PROBLEM TO SOLVE
State, as a number alone, how many lines of the entries contain the word "first".

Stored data
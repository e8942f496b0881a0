/**
 * Runs functions of scripts/lib.sh (the shell behind npm start and npm test)
 * in a bash of their own, with the environment a test gives.
 */
import { spawn, type ChildProcess } from "node:child_process";
import { fileURLToPath } from "node:url";

const LIB_SH = fileURLToPath(new URL("../../scripts/lib.sh", import.meta.url));

export interface ShellResult {
  code: number | null;
  stdout: string;
  stderr: string;
}

export interface RunningShell {
  child: ChildProcess;
  /** Everything written so far. */
  output(): ShellResult;
  /** Resolves with the first stdout line matching, or rejects when bash ends first. */
  line(pattern: RegExp): Promise<RegExpMatchArray>;
  /** Resolves once bash has ended and its output is closed. */
  exited: Promise<ShellResult>;
  /** Resolves once bash itself has ended (children may still hold its output). */
  died: Promise<void>;
}

/** `source scripts/lib.sh` then `body`, in bash; stdin stays open. */
export function startLibSh(
  body: string,
  env: Record<string, string | undefined>,
): RunningShell {
  const child = spawn("bash", ["-c", `source "${LIB_SH}"\n${body}`], {
    env: { ...process.env, ...env },
    stdio: ["pipe", "pipe", "pipe"],
  });
  let stdout = "";
  let stderr = "";
  child.stdout.setEncoding("utf8").on("data", (chunk: string) => {
    stdout += chunk;
  });
  child.stderr.setEncoding("utf8").on("data", (chunk: string) => {
    stderr += chunk;
  });
  const output = () => ({ code: child.exitCode, stdout, stderr });
  const exited = new Promise<ShellResult>((resolve) =>
    child.once("close", (code) => resolve({ code, stdout, stderr })),
  );
  const died = new Promise<void>((resolve) =>
    child.once("exit", () => resolve()),
  );
  const line = (pattern: RegExp) =>
    new Promise<RegExpMatchArray>((resolve, reject) => {
      const check = () => {
        const match = stdout.match(pattern);
        if (!match) return false;
        child.stdout.off("data", check);
        resolve(match);
        return true;
      };
      if (check()) return;
      child.stdout.on("data", check);
      void exited.then((result) => {
        if (!check())
          reject(
            new Error(
              `bash ended (${result.code}) before printing ${pattern}:\n${result.stdout}\n${result.stderr}`,
            ),
          );
      });
    });
  return { child, output, line, exited, died };
}

/** Runs `body` to its end with stdin closed. */
export function runLibSh(
  body: string,
  env: Record<string, string | undefined>,
): Promise<ShellResult> {
  const shell = startLibSh(body, env);
  shell.child.stdin?.end();
  return shell.exited;
}
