/**
 * A production server of a test's own, on a port of its own, for tests that
 * kill it or take its database away without disturbing the suite's server.
 */
import { spawn, type ChildProcess } from "node:child_process";
import type { AddressInfo } from "node:net";
import { createServer } from "node:net";
import { appTestEnv } from "./app-env";

const sleep = (ms: number) => new Promise((r) => setTimeout(r, ms));

export async function freePort(): Promise<number> {
  return new Promise((resolve, reject) => {
    const probe = createServer().listen(0, "127.0.0.1", () => {
      const { port } = probe.address() as AddressInfo;
      probe.close(() => resolve(port));
    });
    probe.on("error", reject);
  });
}

export class ServerProcess {
  child: ChildProcess | null = null;
  readonly baseUrl: string;

  constructor(
    readonly port: number,
    private readonly extraEnv: NodeJS.ProcessEnv = {},
  ) {
    this.baseUrl = `http://127.0.0.1:${port}`;
  }

  /** `withinMs`: how long it may take to answer its health check. */
  async start(withinMs = 60_000): Promise<void> {
    const env: NodeJS.ProcessEnv = {
      ...process.env,
      NODE_ENV: "production",
      PORT: String(this.port),
      HOST: "127.0.0.1",
      ...appTestEnv(),
      ...this.extraEnv,
    };
    // A server spawned from vitest must not think it runs under vitest.
    delete env.VITEST;
    const child = spawn(process.execPath, ["--import", "tsx", "server.ts"], {
      env,
      stdio: ["ignore", "inherit", "inherit"],
    });
    this.child = child;
    const deadline = Date.now() + withinMs;
    while (Date.now() < deadline) {
      if (child.exitCode !== null || child.signalCode !== null)
        throw new Error(
          `server exited (${child.exitCode ?? child.signalCode}) while starting`,
        );
      try {
        const response = await fetch(`${this.baseUrl}/api/v1/health`);
        if (response.ok) return;
      } catch {
        // not listening yet
      }
      await sleep(100);
    }
    throw new Error(
      `server did not become healthy within ${withinMs / 1000} s`,
    );
  }

  /** Sends the signal and waits (bounded) until the process is gone. */
  async stop(signal: NodeJS.Signals): Promise<void> {
    const child = this.child;
    if (!child || child.exitCode !== null || child.signalCode !== null) return;
    const exited = new Promise((r) => child.once("exit", r));
    child.kill(signal);
    const inTime = await Promise.race([
      exited.then(() => true),
      sleep(10_000).then(() => false),
    ]);
    if (!inTime) {
      child.kill("SIGKILL");
      await Promise.race([exited, sleep(5_000)]);
    }
  }
}
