/**
 * Ids are PostgreSQL uuids. A string of another shape would make the query
 * fail (a 500), so ids from URLs and forms are checked here first: a
 * malformed id in a URL is a page that does not exist (404), in a form field
 * an error beside the field (400).
 */
import { z } from "zod";

/** The canonical text form PostgreSQL's uuid type accepts, any version. */
const UUID = /^[0-9a-f]{8}-[0-9a-f]{4}-[0-9a-f]{4}-[0-9a-f]{4}-[0-9a-f]{12}$/i;

export function isUuid(value: unknown): value is string {
  return typeof value === "string" && UUID.test(value);
}

/** A form field holding one id, e.g. a meter chosen from a list. */
export function idField(message: string) {
  return z.string().trim().regex(UUID, message);
}

/** The same, where an empty choice ("none") is allowed. */
export function optionalIdField(message: string) {
  return z.union([z.literal(""), idField(message)], { error: message });
}
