/**
 * Building blocks of the JSON wire shapes, shared by the API's schemas
 * (app/api/schemas.ts) and the shapes that live beside their domain
 * (app/ledger/ledger-schema.ts, app/ingest/interval-schema.ts, …). A plain
 * module: pages infer their types from the same schemas.
 */
import { z } from "zod";
import { carriers } from "~/sites/meter-kinds";
import { idSchema } from "./ids";

/** Any 8-4-4-4-12 hex id, the form PostgreSQL's uuid type takes (`isUuid`). */
export const id = idSchema;

/** Exact PostgreSQL numerics travel as decimal text, never as doubles. */
export const decimalKwh = (description: string) =>
  z
    .string()
    .regex(/^-?\d+(\.\d+)?$/)
    .describe(`${description}, kWh as exact decimal text`);

/** Carbon as exact decimal text (kWh × kg/kWh keeps every digit). */
export const decimalKg = (description: string) =>
  z
    .string()
    .regex(/^-?\d+(\.\d+)?$/)
    .describe(`${description}, kg CO₂e as exact decimal text`);

export const carrier = z.enum(carriers);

ANSWER BELOW
2